We also get high marks from tech and operations people at the nonprofits. Most alternatives in this space have weak support for mobile, employ closed architectures, and don’t scale. Instil is unique in all those dimensions. They also like our ability to handle advanced permissioning. Remember, a lot of the people engaged in the missions of nonprofits aren’t employees; they’re volunteers or work in other organizations and may only engage the systems temporarily. Instil makes it easy to stand up to transient resources, operate them, and then take them back down when the time comes. We’re changing that whole game. I truly believe that Instil will dramatically improve the effectiveness as well as the efficiency of nonprofits.

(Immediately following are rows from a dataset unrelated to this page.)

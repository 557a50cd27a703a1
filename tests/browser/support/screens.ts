import type { Locator, Page } from 'playwright-core';
import { expect } from 'vitest';

/** Signs in on the sign-in page and waits for the first screen. */
export async function signIn(page: Page, email: string, password: string): Promise<void> {
  await page.goto('/sign-in');
  await fillSignIn(page, email, password);
  await page
    .getByRole('heading', { level: 1, name: /moving|stands? at|register yet|been read yet/ })
    .waitFor();
}

/** Fills and sends a sign-in form that is on screen, be it the page's or the one over a page. */
export async function fillSignIn(page: Page, email: string, password: string): Promise<void> {
  await page.getByLabel('E-mail address').fill(email);
  await page.getByLabel('Password').fill(password);
  await page.getByRole('button', { name: 'Sign in' }).click();
}

/** Types into the look-up field, which `/` goes to, and presses Enter. */
export async function lookUp(page: Page, typed: string): Promise<void> {
  await page.locator('main').press('/');
  await page.keyboard.type(typed);
  await page.keyboard.press('Enter');
}

/** What the look-up field answers where it does not simply open a car. */
export const lookUpAnswers = (page: Page): Locator =>
  page.getByRole('listbox', { name: 'What was found' }).getByRole('option');

/** Rows of the ledger that are drawn. */
export const ledgerRows = (page: Page): Locator =>
  page.locator('table.ledger tbody tr[data-index]');

/** What a watch asks for; what is left out stays as the dialog offers it. */
export interface AskedWatch {
  looksFor?: 'has not been read for' | 'has stood over';
  hours?: number;
  /** Names of sites to tick. */
  sites?: string[];
  name: string;
}

/** Opens the sentence with blanks from the page, fills it, sends it, and waits until it is kept. */
export async function askToBeTold(page: Page, asked: AskedWatch): Promise<void> {
  await page.getByRole('button', { name: /^Tell me when/ }).click();
  const dialog = page.getByRole('dialog', { name: 'Ask to be told' });
  if (asked.looksFor) {
    await dialog.getByLabel('What to look for').selectOption({ label: asked.looksFor });
  }
  if (asked.hours !== undefined) await dialog.getByLabel('Hours').fill(String(asked.hours));
  if (asked.sites) {
    await dialog.getByRole('button', { name: /^Sites:/ }).click();
    for (const site of asked.sites) await dialog.getByRole('checkbox', { name: site }).check();
    await page.keyboard.press('Escape');
  }
  await dialog.getByLabel('Name of this watch').fill(asked.name);
  await dialog.getByText(/^It covers/).waitFor();
  await dialog.getByRole('button', { name: 'Tell me', exact: true }).click();
  await dialog.waitFor({ state: 'detached' });
}

/** The page's opening sentence, once it says this. */
export const heading = (page: Page, name: RegExp): Locator =>
  page.getByRole('heading', { level: 1, name });

/** The row of the alerts about a car that also says this. */
export const alertRow = (page: Page, display: string, says: string): Locator =>
  page
    .getByRole('table', { name: 'Alerts' })
    .getByRole('row')
    .filter({ hasText: display })
    .filter({ hasText: says });

/** Waits until what is read comes to what is then expected of it. */
export const soon = <Value>(read: () => Value | Promise<Value>, timeout = 15_000) =>
  expect.poll(read, { timeout, interval: 50 });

Like many other SaaS companies that started out focused on serving smaller businesses, Instil was originally built to serve smaller nonprofits. However, we decided to spend the last year rebuilding our platform to enable it to scale for very large nonprofits. We made the investment in time and resources to build a system that’s extremely scalable — truly enterprise class — and can meet the needs of larger nonprofits. We’re helping them manage their donors, their volunteers, their members, and even their clients with tools to manage programs and membership or contribution drives to be more effective as organizations have even bigger impacts than they’ve had before.

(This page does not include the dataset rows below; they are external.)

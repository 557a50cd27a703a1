import fc from 'fast-check';
import { describe, expect, test } from 'vitest';
import { decodeAei, encodeAei, isAeiHex } from '../../server/domain/identifiers/aei.js';
import { canonicalEpc } from '../../server/domain/identifiers/epc.js';
import { aarIdentity, isoIdentity, uicIdentity } from '../../server/domain/identifiers/identity.js';
import { parseUnit } from '../../server/domain/identifiers/parse-unit.js';
import { normaliseTag, resolveTag } from '../../server/domain/identifiers/resolve-tag.js';
import { uicCheckDigit } from '../../server/domain/identifiers/uic.js';

const capitals = (minLength: number, maxLength: number) =>
  fc.string({
    unit: fc.constantFrom(...'ABCDEFGHIJKLMNOPQRSTUVWXYZ'),
    minLength,
    maxLength,
  });
const upTo = (max: number) => fc.integer({ min: 0, max });
const number = upTo(999_999);

const fields = fc.record({
  groupCode: upTo(31),
  tagType: upTo(3),
  initial: capitals(1, 4),
  number,
  side: fc.constantFrom('left' as const, 'right' as const),
  lengthDm: upTo(4095),
  axles: fc.integer({ min: 1, max: 32 }),
  bearing: upTo(7),
  platform: upTo(15),
  spare: upTo(2 ** 22 - 1),
  reserved: upTo(511),
  security: upTo(4095),
});

const identity = fc.oneof(
  fc
    .tuple(capitals(1, 4), number)
    .filter(([mark]) => !/^...U$/.test(mark))
    .map(([mark, digits]) => aarIdentity(mark, digits)),
  fc
    .tuple(capitals(3, 3), fc.constantFrom('U', 'J', 'Z'), number)
    .map(([owner, category, serial]) => isoIdentity(`${owner}${category}`, serial)),
  fc
    .bigInt({ min: 0n, max: 99_999_999_999n })
    .map((value) => String(value).padStart(11, '0'))
    .map((eleven) => uicIdentity(`${eleven}${uicCheckDigit(eleven)}`)),
);

function flipBit(hex: string, bit: number): string {
  const at = Math.floor(bit / 4);
  const flipped = parseInt(hex.charAt(at), 16) ^ (8 >> (bit % 4));
  return `${hex.slice(0, at)}${flipped.toString(16).toUpperCase()}${hex.slice(at + 1)}`;
}

describe('AEI tags', () => {
  test('every tag that can be written reads back as it was meant', () => {
    fc.assert(
      fc.property(fields, (given) => {
        const hex = encodeAei(given);
        expect(hex).toMatch(/^[0-9A-F]{32}$/);
        expect(decodeAei(hex)).toMatchObject({
          ...given,
          formatCode: 51,
          firstCheckSumValid: true,
        });
      }),
      { numRuns: 2_000 },
    );
  });

  test('one flipped bit among 0-59 fails the first check sum and moves no unit', () => {
    fc.assert(
      fc.property(fields, upTo(59), (given, bit) => {
        const broken = flipBit(encodeAei(given), bit);
        expect(decodeAei(broken)).toMatchObject({ firstCheckSumValid: false });
        expect(resolveTag(broken)).toEqual({ kind: 'hold', value: broken, hold: 'check-failed' });
      }),
      { numRuns: 2_000 },
    );
  });

  test('any 32 hex digits with the frame markers decode to fields within their ranges', () => {
    const hex32 = fc.uint8Array({ minLength: 16, maxLength: 16 }).map((bytes) => {
      bytes[7] = (bytes[7] ?? 0) | 3;
      bytes[15] = ((bytes[15] ?? 0) & ~3) | 1;
      return Buffer.from(bytes).toString('hex');
    });
    fc.assert(
      fc.property(hex32, (hex) => {
        expect(isAeiHex(hex)).toBe(true);
        const tag = decodeAei(hex);
        expect(tag?.initial ?? 'A').toMatch(/^[A-Z]{1,4}$/);
        expect(tag?.number ?? 0).toBeLessThanOrEqual(999_999);
        expect(tag?.axles).toBeGreaterThanOrEqual(1);
        // The text is compared without the case that a reader happened to write.
        expect(resolveTag(hex)).toEqual(resolveTag(hex.toUpperCase()));
        expect(canonicalEpc(hex)).toBeNull();
      }),
      { numRuns: 2_000 },
    );
  });
});

describe('written identities', () => {
  test('display and compact form are both read back as the same identity', () => {
    fc.assert(
      fc.property(identity, (given) => {
        expect(parseUnit(given.display)).toEqual({ kind: 'unit', identity: given });
        expect(parseUnit(given.compact)).toEqual({ kind: 'unit', identity: given });
        expect(parseUnit(given.display.toLowerCase())).toEqual({ kind: 'unit', identity: given });
      }),
      { numRuns: 2_000 },
    );
  });

  test('zero padding and separators change nothing for a car', () => {
    const separator = fc.constantFrom('', ' ', '  ', '-', '.', '/', '\u00a0');
    const car = fc.tuple(capitals(1, 4), number).filter(([mark]) => !/^...U$/.test(mark));
    fc.assert(
      fc.property(car, separator, ([mark, digits], between) => {
        const padded = `${mark}${between}${String(digits).padStart(6, '0')}`;
        expect(parseUnit(padded)).toEqual({ kind: 'unit', identity: aarIdentity(mark, digits) });
      }),
    );
  });

  test('any other check digit of a container is told, with the right one', () => {
    fc.assert(
      fc.property(capitals(3, 3), number, fc.integer({ min: 1, max: 9 }), (owner, serial, off) => {
        const right = isoIdentity(`${owner}U`, serial);
        const digit = Number(right.compact.slice(-1));
        const wrong = (digit + off) % 10;
        expect(parseUnit(`${right.compact.slice(0, -1)}${wrong}`)).toEqual({
          kind: 'wrong',
          fault: 'check-digit',
          detail: `${owner}U ${right.number} ends in ${digit}, not ${wrong}.`,
        });
      }),
    );
  });
});

describe('whatever arrives', () => {
  const anything = fc.oneof(
    fc.string({ unit: 'binary', maxLength: 80 }),
    fc.string({ unit: fc.constantFrom(...'0123456789ABCDEFabcdef'), maxLength: 64 }),
    fc.string({ unit: fc.constantFrom(...'QTKXUZ0123456789 -'), maxLength: 20 }),
    fc.string({ maxLength: 50 }).map((rest) => `urn:epc:tag:${rest}`),
    fc
      .tuple(fc.constantFrom('giai-96', 'giai-202', 'grai-96', 'sgtin-198'), fc.string())
      .map(([scheme, rest]) => `urn:epc:tag:${scheme}:${rest}`),
  );

  test('nothing throws, and the normalised form stays as it is', () => {
    fc.assert(
      fc.property(anything, (text) => {
        expect(['unit', 'number', 'wrong']).toContain(parseUnit(text).kind);
        const resolved = resolveTag(text);
        expect(['aei', 'text', 'epc', 'hold']).toContain(resolved.kind);
        expect(resolveTag(resolved.value)).toEqual(resolved);
        expect(normaliseTag(text)).toBe(resolved.value);
      }),
      { numRuns: 5_000 },
    );
  });

  test('what says it is wrong says so in a sentence', () => {
    fc.assert(
      fc.property(anything, (text) => {
        const parsed = parseUnit(text);
        if (parsed.kind === 'wrong') expect(parsed.detail).toMatch(/^[A-Z0-9].*\.$/);
      }),
      { numRuns: 2_000 },
    );
  });
});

Q: You mentioned that the nonprofit opportunity is huge. Can you quantify that?

Most people don’t understand something important about nonprofits. Our experience with nonprofits usually revolves around solicitations for money. It’s natural to assume, then, that the typical nonprofit is a few days from being broke. But, in fact, nonprofits constitute one of the economy’s biggest sectors. It’s a multi-trillion-dollar sector of the US economy. There are 1.5 million nonprofits in the US. It’s a very large market opportunity. Now, a lot of those are very small, but if you focus only on the top 10% of the sector, we’re talking about a market of nearly 150,000 large, enterprise-scale organizations in the US alone. These are entities with big teams, big donor bases, big revenue streams, and big constituencies to serve. This is the group we’re predominantly working with now.

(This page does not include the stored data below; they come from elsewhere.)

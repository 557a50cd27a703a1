/** Lanes of the queue and of dirty units: no late work is begun while live work waits. */
export const LANES = { live: 0, late: 1 } as const;
export type Lane = (typeof LANES)[keyof typeof LANES];

/** A read that comes in more than this long after its time is late. */
export const LATE_AFTER_MS = 15 * 60_000;

/** A late batch holds this many reads at most, so that live work never waits long behind one. */
export const MOST_LATE_READS = 1_000;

Another thing about nonprofits is that they include organizations and institutions that provide essential services to entire communities, like universities and school districts and hospitals. Nonprofits don’t just serve communities with special needs; they serve all needs in communities. That’s another reason why it’s such a big sector. Ultimately, we’ll work with all these organizations.

Q: As you build a company to serve nonprofits, is there a cause that has captured your attention?

I want to help eradicate homelessness. It’s an epidemic in LA, as it is in most cities on the West Coast, but the scale of the problem in LA is unique. Government structure, geographic size, magnitude of the homeless population — all contribute to making homelessness in LA an especially acute problem. But I think it’s a solvable problem. I founded an organization called Better Angels to really activate the LA community around holistically addressing the homelessness crisis. We view this as a giant proof of concept. We’re focusing on LA at first, but if we can put a big dent in the homeless problem in LA, we can export the solutions everywhere. We’re documenting everything we’re doing. We’re making sure we’re doing it in a way that people could learn from it and apply it in other locations.

In my second act, I’m trying to have real impact, and the impact Instil will have is a key part of that plan.